The finding that the mother neglected Eric was supported by a preponderance of the evidence. There was a history of police being called to the family home. At the fact-finding hearing, when the mother was asked about statements she had made to the police, she either testified that she did not remember making the statements or invoked her right to remain silent. She did not even recall bringing Eric to the hospital to be treated for head trauma as a result of the fall. Under these circumstances, the record supports the Family Court's finding that Eric's physical, mental, or emotional condition was in imminent danger of being harmed as a result of the mother's failure to exercise a minimum degree of care (see Matter of Anthony S. [Dawn N.], 98 AD3d 519, 520 [2012]; Matter of Shalyse WW., 63 AD3d 1193, 1196 [2009]; Matter of Xavier II., 58 AD3d at 900; Matter of Angelique L., 42 AD3d 569, 571-572 [2007]; Matter of Christopher B., 26 AD3d 431, 432 [2006]).

Additionally, the Family Court properly dismissed the amended petitions alleging that the father and the mother neglected Christopher and Ava. There was no evidence that these children witnessed any domestic violence incident, or that their emotional condition was impaired or placed in imminent danger of impairment (see Matter of Kiana M.-M. [Robert M.], 123 AD3d 720, 721 [2014]; Matter of Daphne G., 308 AD2d 132, 135 [2003]). Further, the petitioner did not allege in the petitions that the father and the mother derivatively neglected these two children (see Matter of Latifah C., 34 AD3d 798, 800 [2006]).
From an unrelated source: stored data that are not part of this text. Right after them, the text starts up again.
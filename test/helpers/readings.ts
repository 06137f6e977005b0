/**
 * The one reading-stream generator of the tests: the pitch readings the tracker would give for a known true
 * pitch over time, at its ~20 readings per second, with seeded Gaussian noise in cents. The run reducer, the
 * plateau detector and the engine tests feed on it.
 *
 * The truth is a function of time; {@link segmentsTruth} builds one from holds, glides and silences. Noise is
 * σ·n cents with n standard normal (Box–Muller on the shared seeded generator, test/signals.ts), applied as
 * hz·2^(cents/1200) (1200 cents to the octave, A. J. Ellis, 1885).
 */
import type { PitchReading } from '../../dsp/pitch/index.ts';
import { gaussianNoise } from '../signals.ts';

/** The input level every generated reading carries: comfortably loud, nothing clipped. */
export const READING_LEVEL = { rmsDbfs: -14, peakDbfs: -8, clippedFraction: 0 } as const;

/** Details of an `ok` reading other than its pitch and time. */
export interface ReadingDetails {
  /** The reading's own 1σ uncertainty, cents. Default 0.02. */
  readonly uncertaintyCents?: number;
  /** Default 0.97. */
  readonly clarity?: number;
  /** Default 0.05 s. */
  readonly windowSeconds?: number;
  /** Default 8. */
  readonly harmonicsUsed?: number;
  /** Default {@link READING_LEVEL}. */
  readonly level?: { readonly rmsDbfs: number; readonly peakDbfs: number; readonly clippedFraction: number };
}

/** One `ok` reading of `hz` at `timeSeconds`. */
export function okReading(hz: number, timeSeconds: number, d: ReadingDetails = {}): PitchReading {
  return {
    kind: 'ok',
    hz,
    uncertaintyCents: d.uncertaintyCents ?? 0.02,
    clarity: d.clarity ?? 0.97,
    level: { ...(d.level ?? READING_LEVEL) },
    windowSeconds: d.windowSeconds ?? 0.05,
    harmonicsUsed: d.harmonicsUsed ?? 8,
    timeSeconds,
  };
}

/** A reading with no pitch (silence by default) at `timeSeconds`. */
export function noReading(
  timeSeconds: number,
  reason: 'silent' | 'no-pitch' = 'silent',
  level = READING_LEVEL,
): PitchReading {
  return { kind: 'none', reason, level: { ...level }, timeSeconds };
}

/** Options of {@link readingStream}. */
export interface StreamOptions {
  /** Readings per second. Default 20 (the pitch tracker's default). */
  readonly rate?: number;
  /** Noise of each reading, and its stated uncertainty, 1σ cents. Default 0.02. */
  readonly sigmaCents?: number;
  /** Seed of the noise. Default 7. */
  readonly seed?: number;
  /** Time of the first reading slot, seconds: readings fall on the grid k/rate from here. Default 0. */
  readonly fromSeconds?: number;
}

/**
 * Readings on the grid k/rate within [fromSeconds, toSeconds): an `ok` reading of the truth with noise where it
 * is a pitch, a silent one where it is null. The i-th reading takes the i-th noise sample.
 *
 * @example readingStream(() => 110, 3, { seed: 1 }) // 60 readings of 110 Hz ± 0.02 cent
 */
export function readingStream(
  truthAt: (t: number) => number | null,
  toSeconds: number,
  o: StreamOptions = {},
): PitchReading[] {
  const rate = o.rate ?? 20;
  const sigma = o.sigmaCents ?? 0.02;
  const first = Math.ceil((o.fromSeconds ?? 0) * rate - 1e-9);
  const n = Math.max(Math.floor(toSeconds * rate) - first, 0);
  const noise = gaussianNoise(n, 1, o.seed ?? 7);
  const readings: PitchReading[] = [];
  for (let k = 0; k < n; k++) {
    const t = (first + k) / rate;
    const f = truthAt(t);
    readings.push(
      f === null
        ? noReading(t)
        : okReading(f * Math.pow(2, (sigma * noise[k]) / 1200), t, { uncertaintyCents: sigma }),
    );
  }
  return readings;
}

/** A stretch of the true pitch: a hold (with an optional decaying thermal creep), a glide, or silence. */
export type Segment =
  | { kind: 'hold'; seconds: number; hz: number; creepCents?: number; tauSeconds?: number }
  | { kind: 'glide'; seconds: number; toHz: number }
  | { kind: 'silence'; seconds: number };

/** The true pitch of a list of segments. */
export interface SegmentsTruth {
  /** True pitch at time t, Hz (null in silence). */
  readonly truthAt: (t: number) => number | null;
  /** Start time of each segment, seconds. */
  readonly starts: number[];
  /** Where the last segment ends, seconds. */
  readonly totalSeconds: number;
}

/**
 * The truth of holds, glides and silences laid end to end. A hold's creep decays as creep·e^(−t/τ) cents (τ 1 s
 * unless given); a glide is exponential in Hz (linear in cents) from the last pitch before it.
 */
export function segmentsTruth(segs: readonly Segment[]): SegmentsTruth {
  const starts: number[] = [];
  let total = 0;
  for (const s of segs) {
    starts.push(total);
    total += s.seconds;
  }
  const startHz: number[] = [];
  let prevHz = 0;
  for (const s of segs) {
    startHz.push(prevHz);
    if (s.kind === 'hold') prevHz = s.hz;
    if (s.kind === 'glide') prevHz = s.toHz;
  }
  const truthAt = (t: number): number | null => {
    let i = segs.length - 1;
    while (i > 0 && t < starts[i]) i--;
    const s = segs[i];
    const dt = t - starts[i];
    if (s.kind === 'silence') return null;
    if (s.kind === 'hold')
      return s.hz * Math.pow(2, ((s.creepCents ?? 0) * Math.exp(-dt / (s.tauSeconds ?? 1))) / 1200);
    const from = startHz[i] || s.toHz;
    return from * Math.pow(s.toHz / from, Math.min(1, dt / s.seconds));
  };
  return { truthAt, starts, totalSeconds: total };
}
The mother is not aggrieved by so much of the order of disposition dated September 22, 2016, as placed her under the supervision of a child protective services agency for a period of six months because she consented to the disposition. Therefore, her appeal from that portion of the order of disposition dated September 22, 2016, must be dismissed (see CPLR 5511; Matter of Beverly R., 38 AD3d 668, 669 [2007]). In addition, her appeal from that portion of the order of disposition dated September 22, 2016, must be dismissed as academic, as that potion of the order has expired by its own terms.

[*4] The father's cross appeal from so much of the order of disposition dated September 28, 2016, as placed him under the supervision of a child protective services agency for a period of six months and directed the issuance of a limited order of protection against him must be dismissed as academic, because that portion of the order of disposition has expired by its own terms (see Matter of Angie G. [Jose D.G.], 111 AD3d 404, 405 [2013]; Matter of Chaim R. [Keturah Ponce R.], 94 AD3d 1127, 1129 [2012]; Matter of Jeffrey Raymond D., 3 AD3d 568, 569 [2004]; Matter of Jamie J., 209 AD2d 896, 898 [1994]).

The petitioner's remaining contention is without merit. Rivera, J.P., Roman, Maltese and LaSalle, JJ., concur.